Yes. Non-successful replications should indeed be beginnings.
My recollection is that we used to talk about experimental control. Perhaps this was in the days of behaviourism. The idea was that the purpose of an experiment was to gain control over the behaviour of interest. A failure to replicate indicates that we don’t have control over the behaviour of interest, and is a sign that we should be doing more work in order to gain control.
A nice example of such work is found in a paper from Wolfgang Prinz’s group (Diefenbach et al. Front Psychol 4, 2013). This is a study of the priming of actions by sentences. For example, the sentence “Jakob hands you the book” should prime actions towards the body, while “You hand the book to Jakob” should prime responses away from the body. Their first experiment failed to replicate the results of a previous study by others. But they did not stop at this point. They carried out detailed analyses and ran several further experiments. By these means they regained ‘experimental control’ over the behaviour. They specified the circumstances under which positive and negative priming effects could be obtained. These effects depended on the precise timing of the processes underlying sentence comprehension and action preparation. Positive priming is observed if action planning starts at the same time as sentence presentation. Negative priming occurs if action planning is delayed for 500 msec after sentence presentation.
In this case, the failure to replicate led to important new knowledge. Unfortunately, in the current climate, failures to replicate are all too often taken as an excuse to berate the original researchers rather than as an opportunity for new developments.
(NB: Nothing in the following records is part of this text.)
def build_columns(thermal_inertia, density, heat_capacity, sol_s, year_s, *,
                  first_layer_fraction=0.1, stretch=1.2, annual_depths=3.0, n_layers=None,
                  layer2_depth=None, layer2_inertia=None, layer2_density=None,
                  layer2_heat_capacity=None):
    """Build geometric grids and layer properties for each cell.

    Parameters
    ----------
    thermal_inertia, density, heat_capacity : array_like [cell]
        Top material: [J m-2 K-1 s-1/2], [kg m-3], [J kg-1 K-1].
    sol_s, year_s : float [s]
        Length of the solar day and of the year (skin depths).
    first_layer_fraction : float [-]
        First element thickness as a fraction of the diurnal skin depth, 0.01-0.5.
    stretch : float [-]
        Ratio of successive element thicknesses, 1-1.5.  A cell whose second
        layer needs a deeper reach gets the (larger, <= 1.5) ratio that reaches it.
    annual_depths : float [-]
        Minimum reach of the grid in annual skin depths of the most conductive
        material, >= 1 (default 3).
    n_layers : int, optional
        Number of elements; default: the fewest that reach ``annual_depths``
        in a homogeneous column.  Depends only on these options, never on the
        other cells, so results do not depend on how cells are chunked.
    layer2_depth : array_like [cell] [m], optional
        Depth of the top of a second material (e.g. ice-cemented soil);
        ``inf`` or NaN for cells without one.  Requires the three
        ``layer2_*`` properties (same units as the top material).

    Returns
    -------
    Columns
    """
    ti = np.atleast_1d(np.asarray(thermal_inertia, dtype=float))
    n = ti.size
    rho = np.broadcast_to(np.asarray(density, dtype=float), (n,)).copy()
    cp = np.broadcast_to(np.asarray(heat_capacity, dtype=float), (n,)).copy()
    if not 0.01 <= first_layer_fraction <= 0.5:
        raise ConfigError(f"first_layer_fraction: received {first_layer_fraction}; allowed 0.01 to 0.5")
    if not 1.0 <= stretch <= 1.5:
        raise ConfigError(f"stretch: received {stretch}; allowed 1.0 to 1.5")
    if not annual_depths >= 1.0:
        raise ConfigError(f"annual_depths: received {annual_depths}; allowed >= 1")
    d_day = skin_depth(ti, rho, cp, sol_s)
    rc1 = rho * cp
    k1 = ti**2 / rc1
    reach = annual_depths * skin_depth(ti, rho, cp, year_s)
    if layer2_depth is not None:
        z2 = np.broadcast_to(np.asarray(layer2_depth, dtype=float), (n,)).copy()
        z2 = np.where(np.isnan(z2), np.inf, z2)
        if np.any(z2 <= 0.0):
            raise ValidityError(f"layer2_depth: received {z2[z2 <= 0][0]}; allowed > 0 m (inf for none)")
        if layer2_inertia is None or layer2_density is None or layer2_heat_capacity is None:
            raise ConfigError("layer2_depth: given without layer2_inertia, layer2_density and "
                              "layer2_heat_capacity; give all four or none")
        ti2 = np.broadcast_to(np.asarray(layer2_inertia, dtype=float), (n,)).copy()
        rc2 = (np.broadcast_to(np.asarray(layer2_density, dtype=float), (n,))
               * np.broadcast_to(np.asarray(layer2_heat_capacity, dtype=float), (n,)))
        has2 = np.isfinite(z2)
        d2_year = skin_depth(ti2, np.broadcast_to(np.asarray(layer2_density, float), (n,)),
                             np.broadcast_to(np.asarray(layer2_heat_capacity, float), (n,)), year_s)
        reach = np.where(has2, np.maximum(reach, np.minimum(z2, reach) + annual_depths * d2_year), reach)
        k2 = ti2**2 / rc2
    else:
        z2 = np.full(n, np.inf)
        k2 = k1
        rc2 = rc1
    # Dimensionless geometric grid in units of each cell's diurnal skin depth.  The
    # number of elements depends on the options only (what a homogeneous column needs),
    # so a cell's grid never depends on the other cells of its chunk; a cell that must
    # reach deeper (a conductive second layer) gets a larger stretch of its own.
    f = first_layer_fraction
    need0 = annual_depths * np.sqrt(year_s / sol_s)
    m_min = 1
    while _zeta_bottom(f, stretch, m_min) < need0:
        m_min += 1
    if n_layers is None:
        n_layers = m_min
    elif n_layers < m_min:
        raise ConfigError(f"n_layers: received {n_layers}; at least {m_min} needed to reach "
                          f"{annual_depths} annual skin depths (or raise stretch)")
    need = reach / d_day
    r = np.full(n, float(stretch))
    short = _zeta_bottom(f, r, n_layers) < need
    if np.any(short):                       # bisection for the stretch that just reaches
        lo, hi = np.full(n, float(stretch)), np.full(n, 1.5)
        if np.any(_zeta_bottom(f, hi, n_layers) < need):
            i = int(np.flatnonzero(_zeta_bottom(f, hi, n_layers) < need)[0])
            raise ConfigError(f"n_layers: {n_layers} elements cannot reach {need[i] * d_day[i]:.3g} m "
                              f"(cell {i}) with a stretch <= 1.5; give more n_layers")
        for _ in range(60):
            mid = 0.5 * (lo + hi)
            ok = _zeta_bottom(f, mid, n_layers) >= need
            hi = np.where(ok, mid, hi)
            lo = np.where(ok, lo, mid)
        r = np.where(short, hi, r)
    powers = r[None, :] ** np.arange(n_layers)[:, None]
    zeta = np.concatenate([np.zeros((1, n)), np.cumsum(f * powers, axis=0)])
    depth = np.ascontiguousarray(zeta * d_day[None, :])
    dz = np.diff(depth, axis=0)
    ztop = depth[:-1]
    # split each element at the layer boundary: thickness in material 1 and 2
    d1 = np.clip(z2[None, :] - ztop, 0.0, dz)
    d2 = dz - d1
    g_el = 1.0 / (d1 / k1[None, :] + d2 / k2[None, :])
    c_el = d1 * rc1[None, :] + d2 * rc2[None, :]
    node_cap = np.zeros_like(depth)
    node_cap[:-1] += 0.5 * c_el
    node_cap[1:] += 0.5 * c_el
    cond = np.zeros_like(depth)
    cond[:-1] = g_el
    return Columns(depth=depth, node_capacity=np.ascontiguousarray(node_cap),
                   conductance=np.ascontiguousarray(cond))


@dataclass(frozen=True)
class Factors:
    """Precomputed bottom-up Thomas elimination for a time step and theta.

    Row j >= 1 after elimination reads ``T'_j = e_j + f_j T'_{j-1}`` with
    ``e_j = a_j T_j + r f_j T_{j-1} + d_j (r T_{j+1} + e_{j+1}) + g_j``, old
    temperatures ``T``, new ``T'``, ``r = (1 - theta) / theta``.  Arrays are
    ``[node, cell]``; row 0 holds the surface-row constants ``a[0] = H_0/dt``,
    ``d[0] = G_0``, ``f[0] = H_0/dt + theta G_0 (1 - f_1)``.
    """

    a: np.ndarray
    d: np.ndarray
    f: np.ndarray
    g: np.ndarray
    dt: float
    theta: float

    @property
    def ratio(self):
        return (1.0 - self.theta) / self.theta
For example, much fuss was made about failures to replicate a much cited study reporting that people walked more slowly after being primed with words relating to old age (Bargh et al. 1996. J Pers Soc Psychol, 71, 230-244). In one of the studies (Doyen et al. 2012 PLoS ONE Jan 18) the authors showed that priming effects could be obtained when the person running the experiment expected certain results. Rather than berating Bargh and colleagues for not properly controlling for expectations, we should be exploring the mechanisms through which the expectations of the experimenter can alter the behaviour of the people participating in the experiment. Understanding such mechanisms is critical, not only for advancing the field of social cognition, but also for gaining experimental control in psychology. (this comment comes from our socialminds blog)
Thanks for the interesting comment Chris. I agree that unsuccessful high-quality replications can indicate a lack of “experimental control” over the phenomenon of interest. I’d say that achieving such “experimenter control” can be particularly challenging for “higher-level” social psychological phenomena that involve thoughts, feelings, and behaviors that are arguably much more multiply-determined than psychological phenomena in many areas of cognition.
But great example regarding the Diefenbach et al. article examining the embodied cognition of language comprehension.
I am late to this discussion but I wanted to simply note that sometimes failed replications ARE (and perhaps should be) an end (not a beginning). This is not about Schnall’s work or any other research in particular but is about the fact that if something never made sense to begin with, but was hot, clever, fun, or confoundingly impossible, it probably didn’t represent reality. In this sense, sometimes a failure to replicate is likely to be the end of the line when a “finding” was nonsense (i.e, Type 1 error) from the beginning. Sometimes a failure to replicate can be the beginning of meaningful discussion about moderators, research design, etc. but sometimes it is a very short conversation… “Oh. Right.”